Independent practice

  1. Read Petzold Ch 22 as assigned. Identify the paragraph where Petzold describes the "system call" concept and its historical origin. Write a one-paragraph Toolchain Diary entry tracing the path from Petzold's timesharing mainframes to your ECALL implementation.

  2. Read the mstatus register description in RISC-V Privileged Architecture Volume II section 3.1.6. Draw the bit field layout for mstatus. Mark which bits your trap handler reads and writes. Why does the CPU automatically clear mstatus.MIE on trap entry? What would go wrong if it did not?

  3. Write a table comparing the register save/restore sequence for x86_64 SYSCALL (Linux calling convention), ARM64 SVC (Linux), and RISC-V ECALL (Linux/OpenSBI convention). How many registers does each convention require saving in the kernel entry point?

  4. Toolchain Diary entry: QEMU. Boot the riscv32-virt machine with your trap-handler binary using qemu-system-riscv32 -machine virt -nographic -bios none -kernel <your-binary>. Record the QEMU version, the command line, and what you observe. Note any differences between QEMU's behavior and your Verilator simulation. (The virt machine has different device memory maps; do not worry about matching QEMU hardware exactly. The goal is to see your trap code run on a second simulator.)


Reflection prompts

  1. The mscratch register exists so the trap handler can use it as a temporary before the kernel stack is accessible. Why does the trap handler need a temporary register before it has saved any registers? Trace through the first three instructions of the trap handler and explain what would go wrong if mscratch did not exist.

  2. MRET advances to mepc + 4 (past the ECALL) rather than returning to mepc (the ECALL itself). Why? What would happen if the trap handler returned to mepc without advancing?

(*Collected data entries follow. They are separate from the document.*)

import { useState } from 'react';
import { Alert, Button, Input, SimpleGrid, Stack } from '@chakra-ui/react';
import {
  isCatapultRole,
  ROLE_LABELS,
  ROLES,
  type CatapultView,
  type SquadronView,
  type UserView,
} from '@catline/contracts';
import { zodResolver } from '@hookform/resolvers/zod';
import { useForm, useWatch } from 'react-hook-form';
import { SelectControl } from '../../../components/form-controls.js';
import { FormField } from '../../../components/form-field.js';
import { ofShip, ShipPicker, useShipChoice } from '../../../components/ship-picker.js';
import { errorMessage } from '../../../lib/api-error.js';
import { useCreateUser } from '../api/create-user.js';
import { blankUser, userSchema } from '../user-form-model.js';

export const roleChoices = ROLES.map((role) => ({ value: role, label: ROLE_LABELS[role] }));

export function UserForm({ squadrons }: { squadrons: SquadronView[] }) {
  const create = useCreateUser();
  const ship = useShipChoice();
  // A catapult officer works a catapult of the ship they join.
  const catapults: CatapultView[] = ship.ship?.catapults ?? [];
  // A pilot flies with a squadron of the same ship.
  const shipSquadrons = ofShip(squadrons, ship.ship);
  const {
    register,
    control,
    handleSubmit,
    reset,
    setValue,
    formState: { errors },
  } = useForm({ resolver: zodResolver(userSchema), defaultValues: blankUser });
  const chooseShip = (shipId: number) => {
    ship.choose(shipId);
    setValue('catapultId', '');
    setValue('squadronId', '');
  };
  const role = useWatch({ control, name: 'role' });
  const [created, setCreated] = useState<{ user: UserView; invited: boolean } | null>(null);

  const submit = handleSubmit((person) => {
    setCreated(null);
    create.mutate(
      { ...person, shipId: ship.ship?.id },
      {
        onSuccess: (user) => {
          setCreated({ user, invited: person.password === undefined });
          reset();
        },
      },
    );
  });

  return (
    <form onSubmit={submit} noValidate aria-label="Add a person">
      <Stack gap="3">
        {create.isError && (
          <Alert.Root status="error" colorPalette="nogo" role="alert">
            <Alert.Indicator />
            <Alert.Title>{errorMessage(create.error)}</Alert.Title>
          </Alert.Root>
        )}
        {created && (
          <Alert.Root status="success" colorPalette="go" role="status" data-testid="person-added">
            <Alert.Indicator />
            <Alert.Content>
              <Alert.Title>{created.invited ? 'Invitation sent' : `${created.user.name} added`}</Alert.Title>
              <Alert.Description>
                {created.invited
                  ? `${created.user.name} gets an e-mail at ${created.user.email} with a link to choose a password. The link works once.`
                  : 'They can sign in with the first password you gave them.'}
              </Alert.Description>
            </Alert.Content>
          </Alert.Root>
        )}
        <SimpleGrid columns={{ base: 1, sm: 2, lg: 3 }} gap="3">
          <ShipPicker choice={{ ...ship, choose: chooseShip }} label="Ship they belong to" />
          <FormField label="Name" error={errors.name?.message} required>
            <Input {...register('name')} />
          </FormField>
          <FormField label="E-mail" error={errors.email?.message} required>
            <Input type="email" {...register('email')} />
          </FormField>
          <FormField
            label="First password"
            error={errors.password?.message}
            helper="Leave empty to e-mail them an invitation to choose their own."
          >
            <Input type="password" autoComplete="new-password" {...register('password')} />
          </FormField>
          <FormField label="Role" required>
            <SelectControl control={control} name="role" choices={roleChoices} />
          </FormField>
          {isCatapultRole(role) && (
            <FormField label="Catapult" error={errors.catapultId?.message} required>
              <SelectControl
                control={control}
                name="catapultId"
                placeholder="Pick a catapult"
                choices={catapults.map((catapult) => ({
                  value: String(catapult.id),
                  label: `Cat ${catapult.number} (${catapult.position})`,
                }))}
              />
            </FormField>
          )}
          {role === 'pilot' && (
            <FormField label="Squadron">
              <SelectControl
                control={control}
                name="squadronId"
                placeholder="No squadron"
                choices={shipSquadrons.map((squadron) => ({
                  value: String(squadron.id),
                  label: `${squadron.code} · ${squadron.name}`,
                }))}
              />
            </FormField>
          )}
        </SimpleGrid>
        <Button type="submit" colorPalette="accent" alignSelf="flex-start" loading={create.isPending}>
          Add person
        </Button>
      </Stack>
    </form>
  );
}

  3. The RISC-V privileged spec defines mtvec modes: direct (all traps to BASE) and vectored (interrupts to BASE + 4*cause). CSA-201 uses direct mode. When would vectored mode be preferable? What does the kernel lose by using vectored mode?


What's next

Module 3 switches from hardware to the compiler. The trap mechanism you built this week provides the ECALL interface your compiler can now emit calls through. Module 3 adds a register allocator pass to your CSA-101 compiler: it assigns the 32 available registers to intermediate variables instead of always spilling to the stack. Lab 3.1 measures the emit-size reduction against the Lab 7.4 forward-promise from CSA-101.